ServiceNow aims to guide its customers towards AI solutions, with an outcomes focused lens, Pope said. However, that being said, ServiceNow will largely be relying on its partner ecosystem to advise on this change management agenda. Pope explained:
There’s a maturity problem. AI is here and now. It is available. The barrier to entry is very low. The technology is good enough. But many organisations just aren’t in a place where their processes work consistently. We don’t want to say, ‘Hey we’ve got machine learning, what do you want to do?’. Because you get into, ‘what can it do?’. And then it’s, ‘I don’t know, what do you want it to do?’. And it’s a never ending conversation.
We want to go to the customer and say, what does good look like? What is the outcome that you want? Too often it’s another technology project without a defined outcome.
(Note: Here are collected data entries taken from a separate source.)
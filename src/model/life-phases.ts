// The phases that every life cycle is made of: survival, breeding and ageing. The first two may stand in a year several times.
import type { SpecPath } from '../spec/document.ts';
import type { BreedingSpec, SurvivalSpec } from '../spec/schema/spec.ts';
import { checkClassKeys, requireEveryClass, writtenRate, type RateSection } from './class-rates.ts';
import { classIndex, fail, type Context } from './context.ts';
import type { AgeingPhase, BreedingPhase, RateTable, SurvivalPhase } from './model.ts';
import { buildTable } from './rates.ts';

/** Keys among the births that are not classes. */
const birthSettings: ReadonlySet<string> = new Set(['female-share', 'into']);

/** The phase `survival` of the language. */
export function resolveSurvival(context: Context): SurvivalPhase | null {
  const { survival } = context.spec;
  if (survival === undefined) return missingRates(context, 'survival', '`survival: { CLASS: share, … }`');
  return survivalPhase(context, 'survival', {
    everywhere: survival,
    path: ['survival'],
    key: 'survival',
    what: 'survival',
    settings: new Set(),
  });
}

/** A survival under a name of its own. */
export function resolveNamedSurvival(context: Context, name: string, { survival }: SurvivalSpec): SurvivalPhase {
  const what = `survival in ${name}`;
  return survivalPhase(context, name, {
    everywhere: survival,
    path: [name, 'survival'],
    key: name,
    what,
    settings: new Set(),
  });
}

function survivalPhase(context: Context, name: string, section: RateSection): SurvivalPhase {
  checkClassKeys(context, section);
  requireEveryClass(context, section);
  const survival = buildTable(context, {
    size: context.classes.length,
    bounds: 'share',
    written: (patch, c) => writtenRate(context, section, [patch, c]),
  });
  return { kind: 'survival', name, survival };
}

/** The phase `breeding` of the language. */
export function resolveBreeding(context: Context): BreedingPhase | null {
  const { births } = context.spec;
  if (births === undefined) return missingRates(context, 'breeding', '`births: { CLASS: young, … }`');
  return breedingPhase(context, 'breeding', { births, path: ['births'], key: 'births' });
}

/** A breeding under a name of its own. */
export function resolveNamedBreeding(context: Context, name: string, { births }: BreedingSpec): BreedingPhase {
  return breedingPhase(context, name, { births, path: [name, 'births'], key: name });
}

interface BirthSection {
  readonly births: BreedingSpec['births'];
  readonly path: SpecPath;
  readonly key: string;
}

function breedingPhase(context: Context, name: string, { births, path, key }: BirthSection): BreedingPhase {
  const what = name === 'breeding' ? 'births' : `births in ${name}`;
  const section: RateSection = { everywhere: births, path, key, what, settings: birthSettings };
  checkClassKeys(context, section);
  const share = femaleShare(context, births['female-share'], [...path, 'female-share']);
  const table = buildTable(context, {
    size: context.classes.length,
    bounds: 'from zero',
    written: (patch, c) => writtenRate(context, section, [patch, c]),
  });
  return { kind: 'breeding', name, births: scaledBy(table, share), into: intoClasses(context, births['into'], path) };
}

function scaledBy(table: RateTable, share: number): RateTable {
  return { ...table, epochs: table.epochs.map((epoch) => epoch.map((young) => young * share)) };
}

export function resolveAgeing(context: Context): AgeingPhase | null {
  const { spec, classes } = context;
  if (spec.oldest === undefined) {
    fail(context, 'missing-oldest', ['year', spec.year.indexOf('ageing')], {
      message: `It is not said whether \`${classes.at(-1)}\` stays in its class or leaves at ageing`,
      details: { expected: '`oldest: open-ended` (the oldest stay) or `oldest: terminal` (the oldest leave)' },
    });
    return null;
  }
  const last = classes.length - 1;
  const next = Int32Array.from(classes, (_, c) => (c < last ? c + 1 : spec.oldest === 'terminal' ? -1 : last));
  return { kind: 'ageing', name: 'ageing', advance: new Float64Array(classes.length).fill(1), next };
}

type BirthValue = BreedingSpec['births'][string] | undefined;

function femaleShare(context: Context, expression: BirthValue, path: SpecPath): number {
  if (expression === undefined || typeof expression === 'object') return 1;
  const value = context.numbers.value(expression, path, { year: context.time.firstYear });
  if (value >= 0 && value <= 1) return value;
  if (!Number.isNaN(value)) {
    fail(context, 'share-out-of-range', path, {
      message: `The female share of the young is ${value}`,
      details: { expected: 'a share between 0 and 1' },
    });
  }
  return 1;
}

/** Young enter the class that `into` names, else the first. */
function intoClasses(context: Context, asked: BirthValue, path: SpecPath): Float64Array {
  const into = new Float64Array(context.classes.length);
  if (typeof asked === 'string') {
    const index = classIndex(context, asked, [...path, 'into'], 'value');
    if (index >= 0) into[index] = 1;
    return into;
  }
  into[0] = 1;
  const words = `The young are born into the first class, ${context.classes[0]}.`;
  if (!context.defaults.includes(words)) context.defaults.push(words);
  return into;
}

/** Tells that a phase of the year has no rates. */
export function missingRates(context: Context, phase: string, expected: string): null {
  fail(context, 'missing-rates', ['year', context.spec.year.indexOf(phase)], {
    message: `The phase \`${phase}\` is in the year, but its rates are not given`,
    details: { expected },
  });
  return null;
}
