// Whole numbers as WebAssembly writes them: seven bits a byte, the lowest first (LEB128).

export function unsigned(value: number): number[] {
  const bytes: number[] = [];
  let rest = value;
  do {
    const low = rest % 128;
    rest = Math.floor(rest / 128);
    bytes.push(rest > 0 ? low + 128 : low);
  } while (rest > 0);
  return bytes;
}

/** For numbers from 0 to 2^31 − 1: the sign bit of the last byte stays clear. */
export function signed(value: number): number[] {
  const bytes = unsigned(value);
  const last = bytes.pop() ?? 0;
  return last >= 64 ? [...bytes, last + 128, 0] : [...bytes, last];
}

export interface Read {
  readonly value: number;
  /** Where the next thing stands. */
  readonly next: number;
}

export function readUnsigned(bytes: Uint8Array, at: number): Read {
  let [value, factor, next] = [0, 1, at];
  for (;;) {
    const byte = bytes[next++] ?? 0;
    value += (byte & 127) * factor;
    if (byte < 128) return { value, next };
    factor *= 128;
  }
}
There’s a big organisational change element to this.
People that think you can throw a blob of unstructured data at a machine and it will magically tell you what the lottery numbers are, are wrong. There’s more structure to it that’s needed. The machine will tell you that the way you work and the way your process works are broken. You’ve got to go and fix those things, to start getting better results.
This isn’t necessarily a technology problem, but you’ve got to fully understand the guts of the problem first, the outcome you want, the processes, and then the technology can be applied.
My take
I like that ServiceNow is focusing on outcomes and fixing the fundamentals in the enterprise, alongside it’s AI pitch. It’s more compelling than ‘AI will fix everything!’. That being said, I do think ServiceNow’s sell in this field is a bit tougher than some other system of record vendors that can talk to specific use cases in HR, accounts, CX and ERP. And that’s because ServiceNow is about workflow and touches everything. A big part of its story over the past 10 years has been about automation already. Refining the process fix pitch, and elevating that with AI, will be key.